**EXTRACTED INFORMATION**
/** One signed-in person on a simulated tablet: the session cookie and the CSRF token writes need. */
export interface TabletSession {
  baseUrl: string;
  userId: number;
  cookie: string;
  csrf: string;
}

/** What one HTTP attempt came back with; `status` 0 is a network error, -1 our own time limit. */
export interface Attempt {
  status: number;
  retryAfter: string | null;
  isReplay: boolean;
  body: unknown;
  startedAt: number;
  endedAt: number;
  error?: string;
}

/** A request that takes longer than this counts as a hang: the API must answer, even if only 503. */
export const HANG_MS = 15_000;

export async function signIn(baseUrl: string, email: string, password: string): Promise<TabletSession> {
  const res = await fetch(`${baseUrl}/api/auth/sign-in`, {
    method: 'POST',
    headers: { 'Content-Type': 'application/json' },
    body: JSON.stringify({ email, password }),
  });
  if (res.status !== 200) throw new Error(`Signing in ${email} failed: ${res.status} ${await res.text()}`);
  const session = (await res.json()) as { user: { id: number }; csrfToken: string };
  // Only the name=value part of each cookie goes back to the server.
  const cookie = res.headers.getSetCookie().map((c) => c.split(';')[0]).join('; ');
  return { baseUrl, userId: session.user.id, cookie, csrf: session.csrfToken };
}

/** One POST as the tablet's outbox sends it: session, CSRF header and, when given, the Idempotency-Key. */
export async function postOnce(session: TabletSession, path: string, body: unknown, key?: string): Promise<Attempt> {
  const startedAt = Date.now();
  const headers: Record<string, string> = { 'Content-Type': 'application/json', Cookie: session.cookie, 'X-CSRF-Token': session.csrf };
  if (key) headers['Idempotency-Key'] = key;
  try {
    const res = await fetch(`${session.baseUrl}${path}`, { method: 'POST', headers, body: JSON.stringify(body), signal: AbortSignal.timeout(HANG_MS) });
    const text = await res.text();
    return {
      status: res.status,
      retryAfter: res.headers.get('retry-after'),
      isReplay: res.headers.get('idempotent-replay') === 'true',
      body: text ? (JSON.parse(text) as unknown) : null,
      startedAt,
      endedAt: Date.now(),
    };
  } catch (error) {
    const isTimeout = error instanceof Error && error.name === 'TimeoutError';
    return { status: isTimeout ? -1 : 0, retryAfter: null, isReplay: false, body: null, startedAt, endedAt: Date.now(), error: String(error) };
  }
}

/** A plain GET, for the health probe. */
export async function getStatus(baseUrl: string, path: string): Promise<Attempt> {
  const startedAt = Date.now();
  try {
    const res = await fetch(`${baseUrl}${path}`, { signal: AbortSignal.timeout(HANG_MS) });
    const text = await res.text();
    let body: unknown = text;
    try {
      body = JSON.parse(text);
    } catch {
      /* a non-JSON answer is kept as text */
    }
    return { status: res.status, retryAfter: res.headers.get('retry-after'), isReplay: false, body, startedAt, endedAt: Date.now() };
  } catch (error) {
    const isTimeout = error instanceof Error && error.name === 'TimeoutError';
    return { status: isTimeout ? -1 : 0, retryAfter: null, isReplay: false, body: null, startedAt, endedAt: Date.now(), error: String(error) };
  }
}
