import { queryOptions } from '@tanstack/react-query';

import { RunListSchema, type RunState } from '@tracewright/shared';

import { apiClient } from '../../../lib/api-client';
import { homeKeys } from './home-keys';

/** The first few runs in one state and how many there are in all. */
export const HOME_RUNS_SHOWN = 5;

export const runsInStateQueryOptions = (state: RunState) =>
  queryOptions({
    queryKey: homeKeys.runs(state),
    staleTime: 0,
    queryFn: async ({ signal }) => RunListSchema.parse(await apiClient.get('/api/runs', { query: { state, page: 1, pageSize: HOME_RUNS_SHOWN }, signal })),
  });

**ABOUT THIS EXERCISE**
Where a line of the listing holds "export", show that line.

**SOLUTION TO THIS PROBLEM**
export interface TabletSession {
export interface Attempt {
export const HANG_MS = 15_000;
export async function signIn(baseUrl: string, email: string, password: string): Promise<TabletSession> {
export async function postOnce(session: TabletSession, path: string, body: unknown, key?: string): Promise<Attempt> {
export async function getStatus(baseUrl: string, path: string): Promise<Attempt> {
export const HOME_RUNS_SHOWN = 5;
export const runsInStateQueryOptions = (state: RunState) =>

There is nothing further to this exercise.